Arctic and Subarctic Climates

Climates are the product of latitude, distance from the ocean, topography, vegetation density, location on a continent, and elevation. Tundra environments are characteristic of polar climates, while subarctic environments are characteristic of continental climates. Beringia is located in both the Artic and Subarctic. The Arctic Circle passes through just North of the center of Beringia. The northern part of Beringia is Arctic while the southern part is Subarctic. With the sea levels down in the Bering Staright, the climate changed from a maritime to a continental climate.

Continental Climate

Continental climates are very extreme. They are characteristically very warm in the summer, and extremely cold in the winter. The continental climate in Beringia produced warmer summers than we experience today. Temperatures were about 3-5 degrees C warmer 10,000 ya (Elias, 1998). Soil profiles and increased thermokarst activity also support that temperatures were warmer. Changes in atmospheric patterns due to the block in the ocean currents made the air very dry, and limited precipitation.

Maritime Climate

The weather on the coast of Alaska today is variable. The coast is colder in the summer than the interior temperatures, but warmer in the winter. Summers days in this Arctic are long, and it stays light most of the time. Winter days are short and dark. Winds are usually 8 to 12 mph. Storms are frequent, and winds can reach 50 to 70 mph. This is the weather and climate when ocean circulation is not blocked in the Bering Straight. (Source: GORP Bering Land Bridge National Preserve website)
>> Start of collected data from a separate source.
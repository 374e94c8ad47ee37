import { Organisation, User } from "../lib/db/models";
import { getSequelize } from "../lib/db/sequelize";
import { env } from "../lib/env";
import { hashPassword } from "../lib/auth/passwords";
import { writeAudit } from "../lib/services/audit";
import { DEMO_ACCOUNTS, DEMO_ORGANISATION, DEMO_PASSWORD } from "./seeds/demo-accounts";
import { seedDemoFleet } from "./seeds/demo-fleet";
import { seedDemoAlarmHistory, seedDemoAlarms } from "./seeds/demo-alarms";

// Seeds the demo scenario into an empty database. Refuses in production unless explicitly asked.
async function main() {
  if (!env.demoAllowed) {
    process.stdout.write("[halftrip] production: demo data is not seeded\n");
    return;
  }
  const sequelize = getSequelize();
  if ((await Organisation.count()) > 0) {
    process.stdout.write("[halftrip] database already has data: seed skipped\n");
    await seedDemoFleet({ onlyKeys: true });
    const demo = await Organisation.findOne({ where: { name: DEMO_ORGANISATION } });
    if (demo) await seedDemoAlarms(demo.id);
    return;
  }
  const hash = await hashPassword(DEMO_PASSWORD);
  const org = await sequelize.transaction(async (transaction) => {
    const o = await Organisation.create({ name: DEMO_ORGANISATION }, { transaction });
    for (const a of DEMO_ACCOUNTS) {
      await User.create({ organisation_id: o.id, email: a.email, name: a.name, role: a.role, status: "active", password_hash: hash }, { transaction });
    }
    await writeAudit({ organisationId: o.id, userId: null, label: "seed" }, "demo.seed", { type: "organisation", id: o.id }, {}, transaction);
    return o;
  });
  await seedDemoFleet({ organisationId: org.id });
  await seedDemoAlarms(org.id);
  await seedDemoAlarmHistory(org.id);
  process.stdout.write(`[halftrip] demo scenario seeded (${DEMO_ACCOUNTS.length} accounts)\n`);
}

main()
  .then(() => getSequelize().close())
  .catch((err) => {
    console.error(err);
    process.exit(1);
  });
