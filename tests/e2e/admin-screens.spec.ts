import { expect, test } from "@playwright/test";
import { signInAs } from "../support/browser";
import { anonymous, signedIn } from "../support/session";
import { createTankWithDevice } from "../support/fleet";
import { firstLink, waitForMail } from "../support/mail-sink";

// The admin screens that had no browser test: an invite followed from the e-mail to a first sign-in,
// the audit log that records it, device health, and a key rotation that shows the new key once and
// stops the old one at once.

let fleet: Awaited<ReturnType<typeof createTankWithDevice>>;

test.beforeAll(async () => {
  fleet = await createTankWithDevice(await signedIn("admin@halftrip.test"), { device: { expected_interval_s: 600 } });
});

const reading = (key: string, seq: number) =>
  // Round-trip echo of 1.2 m at 20 °C (t = 2·d/c, c = 343.2 m/s, REFERENCES.md §2).
  anonymous().post("/api/v1/readings").set("Authorization", `Bearer ${key}`).send({ readings: [{ seq, channel: 0, echo_us: 6992.7, air_temp_c: 20 }] });

test("an invite goes out by e-mail, the link sets a password once, and the new person signs in; the audit log records it", async ({ page, browser }) => {
  const email = `invitee-${Date.now()}@halftrip.test`;
  const password = "gravel-lantern-tide-0417";
  await signInAs(page, "admin@halftrip.test");
  await page.goto("/users");
  const invite = page.getByRole("form", { name: "Invite someone" });
  await invite.getByLabel("E-mail").fill(email);
  await invite.getByLabel("Name").fill("Ivy Invitee");
  await invite.getByLabel("Role", { exact: true }).selectOption("technician");
  await invite.getByRole("button", { name: "Send invite" }).click();
  await expect(page.getByRole("status").filter({ hasText: `Invite sent to ${email}` })).toBeVisible({ timeout: 30_000 });
  await expect(page.getByRole("region", { name: "People" }).getByRole("row", { name: new RegExp(email) })).toBeVisible();

  const mail = await waitForMail(email);
  const link = firstLink(mail.text, "/invite/");
  // The invitee opens the link in a browser of their own, not signed in.
  const invitee = await (await browser.newContext()).newPage();
  await invitee.goto(link);
  await expect(invitee.getByRole("heading", { name: "Set your password" })).toBeVisible();
  await expect(invitee.getByText(`For ${email}`)).toBeVisible();
  await invitee.getByLabel("New password").fill(password);
  await invitee.getByLabel("Repeat it").fill(`${password}x`);
  await invitee.getByRole("button", { name: "Set password" }).click();
  await expect(invitee.getByText("The two passwords differ.")).toBeVisible();
  await invitee.getByLabel("Repeat it").fill(password);
  await invitee.getByRole("button", { name: "Set password" }).click();
  await expect(invitee.getByRole("status")).toContainText("Your password is set", { timeout: 30_000 });
  await invitee.getByRole("link", { name: "Sign in" }).click();
  await signInAs(invitee, email, password);
  await expect(invitee.getByRole("navigation", { name: "Main" })).toBeVisible();
  // The link works once.
  await invitee.goto(link);
  await expect(invitee.getByRole("heading", { name: "This link cannot be used" })).toBeVisible();
  await invitee.context().close();

  await page.goto("/audit");
  const log = page.getByRole("region", { name: "Audit log" });
  const row = log.getByRole("row").filter({ hasText: "user.invite" }).filter({ hasText: email });
  await expect(row).toHaveCount(1);
  await expect(row).toContainText("admin@halftrip.test");
});

test("device health finds a device by serial and says when it was last heard", async ({ page }) => {
  expect((await reading(fleet.apiKey, 1)).status).toBe(202);
  await signInAs(page, "viewer@halftrip.test");
  await page.goto("/health");
  await page.getByLabel("Name or serial").fill(fleet.device.serial);
  await page.getByRole("button", { name: "Search" }).click();
  await expect(page).toHaveURL(new RegExp(`q=${fleet.device.serial}`));
  const rows = page.getByTestId("device-health-row");
  await expect(rows).toHaveCount(1);
  await expect(rows.first()).toContainText(fleet.site.name);
  await expect(rows.first()).not.toContainText("never");
  await expect(rows.first()).not.toContainText("offline");
  await expect(rows.first().getByRole("link", { name: fleet.tank.name })).toBeVisible();
  await page.getByRole("button", { name: "Clear filters" }).click();
  await expect(page).not.toHaveURL(/q=/);
  await rows.first().waitFor();
  await page.getByLabel("Name or serial").fill(fleet.device.serial);
  await page.getByRole("button", { name: "Search" }).click();
  await rows.first().getByRole("link", { name: fleet.device.name }).click();
  await expect(page.getByRole("heading", { level: 1, name: fleet.device.name })).toBeVisible();
});

test("rotating a device's key shows the new key once, refuses the old one and accepts the new", async ({ page }) => {
  const old = fleet.apiKey;
  expect((await reading(old, 2)).status).toBe(202);
  await signInAs(page, "admin@halftrip.test");
  await page.goto(`/devices/${fleet.device.id}`);
  const keys = page.getByRole("region", { name: "Keys" });
  await expect(keys).toContainText(old.slice(0, 15));

  await page.getByRole("button", { name: "Rotate key" }).click();
  const dialog = page.getByRole("dialog", { name: "Rotate this device's key?" });
  await expect(dialog).toContainText("The current key stops working at once");
  await dialog.getByRole("button", { name: "Rotate key" }).click();
  await expect(dialog).toBeHidden({ timeout: 30_000 });
  const shown = page.getByRole("region", { name: "The new key" });
  await expect(shown).toContainText("You will not see it again");
  const fresh = ((await shown.getByTestId("device-api-key").textContent()) ?? "").trim();
  expect(fresh).toMatch(/^ht_[0-9a-f]{12}_[A-Za-z0-9_-]{43}$/);
  expect(fresh).not.toBe(old);
  await expect(keys).toContainText(fresh.slice(0, 15));

  const refused = await reading(old, 3);
  expect(refused.status).toBe(401);
  expect((await reading(fresh, 4)).status).toBe(202);

  // Shown once: after a reload only its prefix is left.
  await page.reload();
  await expect(page.getByRole("heading", { level: 1, name: fleet.device.name })).toBeVisible();
  await expect(page.getByRole("region", { name: "The new key" })).toHaveCount(0);
  await expect(page.getByText(fresh)).toHaveCount(0);
});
Paleoclimate Indicators for Beringia

There are all sorts of fossils that can be used to determine the paleoclimate. Diatoms, arcellations, foraminifera, dinoflagellates, faunal and insects assemblages, fish scales, fossil pollen, tree rings, ice core isotopes, stratigraphy, and the list goes on...

Insects as indicators

Beetle fossils have been used to determine the paleoclimates, habitats, and distribution patterns of their species in Beringia. Contemporanous predator and scavenger beetles are stenotherms, species that live within a narrow temperature range. They leave their environment within a decade when there is a slight change in temperature (Elias, 1998). The insect assemblage from the Chukchi and Bering sea cores indicate a warmer than modern climate in the summer around 11,000 ya, possible 6-10 degrees Celsius higher on the Chukchi shelf.
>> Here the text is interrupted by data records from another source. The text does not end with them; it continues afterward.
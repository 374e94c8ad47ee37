import http from "node:http";
import type { AddressInfo } from "node:net";
import { expect, test, type Page } from "@playwright/test";
import pg from "pg";
import { signInAs } from "../support/browser";

// Issue 14, holes 2 and 3 in a real browser: an open redirect after sign-in, a form posted to the API
// from a page on another port of the same host, and pages that must run under their own CSP.

async function count(text: string, params: unknown[]): Promise<number> {
  const client = new pg.Client({ connectionString: process.env.DATABASE_URL });
  await client.connect();
  try {
    return Number((await client.query(text, params)).rows[0].n);
  } finally {
    await client.end();
  }
}

function collectCspViolations(page: Page): string[] {
  const found: string[] = [];
  page.on("console", (m) => {
    if (/Content Security Policy|Refused to (load|execute|apply|connect|frame)/i.test(m.text())) found.push(m.text());
  });
  return found;
}

test("sign-in never sends the browser to another host", async ({ page, baseURL }) => {
  for (const callback of ["/%5Cevil.example/x", "/%09/evil.example/x", "//evil.example/x", "https://evil.example/x"]) {
    await page.context().clearCookies();
    await page.goto(`/sign-in?callbackUrl=${callback}`);
    await page.getByLabel("E-mail").fill("viewer@halftrip.test");
    await page.getByLabel("Password").fill("demo-tanks-and-bays");
    await page.getByRole("button", { name: "Sign in" }).click();
    await expect(page.getByRole("heading", { name: "Overview" })).toBeVisible({ timeout: 30_000 });
    expect(new URL(page.url()).origin).toBe(new URL(baseURL!).origin);
  }
});

test("a form posted from a page on another port does not create a site with the admin's cookie", async ({ page, baseURL }) => {
  await signInAs(page, "admin@halftrip.test");
  const name = `Form from elsewhere ${Date.now()}`;
  const target = new URL("/api/sites", baseURL).href;
  // A text/plain form whose one field forms valid JSON: the classic way to post "JSON" cross-site.
  const attacker = http.createServer((_req, res) => {
    res.writeHead(200, { "content-type": "text/html" });
    res.end(`<!doctype html><form id="f" method="post" action="${target}" enctype="text/plain">
      <input type="hidden" name='{"name":"${name}","time_zone":"UTC","x":"' value='"}'></form>
      <script>document.getElementById("f").submit()</script>`);
  });
  await new Promise<void>((resolve) => attacker.listen(0, "127.0.0.1", resolve));
  try {
    const port = (attacker.address() as AddressInfo).port;
    const answer = page.waitForResponse((r) => r.url() === target);
    await page.goto(`http://127.0.0.1:${port}/`);
    expect((await answer).status()).toBe(403);
    await expect(page.locator("body")).toContainText("cross_origin");
  } finally {
    attacker.close();
  }
  expect(await count(`SELECT count(*) AS n FROM sites WHERE name = $1`, [name])).toBe(0);
});

test("no page of the app breaks its own Content-Security-Policy", async ({ page }) => {
  test.setTimeout(180_000);
  const violations = collectCspViolations(page);
  await page.goto("/sign-in");
  await signInAs(page, "admin@halftrip.test");
  const paths = ["/", "/alarms", "/alarm-health", "/health", "/refill-plan", "/calibration", "/imports", "/exports", "/sites", "/assets", "/devices", "/device-api", "/users", "/audit", "/mail"];
  for (const path of paths) {
    const res = await page.goto(path);
    expect(res?.headers()["content-security-policy"]).toContain("frame-ancestors 'none'");
    await expect(page.locator("h1").first()).toBeVisible({ timeout: 30_000 });
    await page.waitForTimeout(500);
  }
  // A page with a chart: the first tank's page.
  await page.goto("/assets");
  const firstAsset = page.locator('a[href^="/assets/"]').filter({ hasNotText: "New" }).first();
  if (await firstAsset.count()) {
    await firstAsset.click();
    await expect(page.locator("h1").first()).toBeVisible({ timeout: 30_000 });
    await page.waitForTimeout(1500);
  }
  expect(violations).toEqual([]);
});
Fossil beetles are compared to their modern day descendents. Once a species has been matched, then the climate can be determined based on modern day distributions. The surface of their preserved hard parts help identify the genus or species to which the beetle belongs.

Animals as indicators

Saiga Antelope currently live in dry steppes and semideserts, and feed on grasses. They live in continental climates, and travel most efficiently on hard terrain. Saiga tatarica indicates the former presence of dry, steppe-like grasslands in Beringia. Interestingly, the abundance of Saiga across Siberia and Alaska over time correlates well with the peak of the last glaciation (Harington, 1998). The Saiga were most abundant before and after the last glaciation. They became extinct around 12,000 ya in North America probably due to rapid climate and vegetation changes when warming of the climate began. The Saiga on the right lives in Siberia. The distinct nose is believed to be an adaptation to cope with dry air and windblown loess (Harington, 1998).

Physical remnants as indicators

Ice-wedged polygons are good paleo-thermometers. Their size and structure aid in the reconstruction of paleotemperatures. Ice-wedge polygons indicate that winters in the Artic were -100 degrees Celsius, and in the summer the temperatures reached 20 degrees Celsius (Tomirdiaro, 1998) because dry land replaced wet ocean.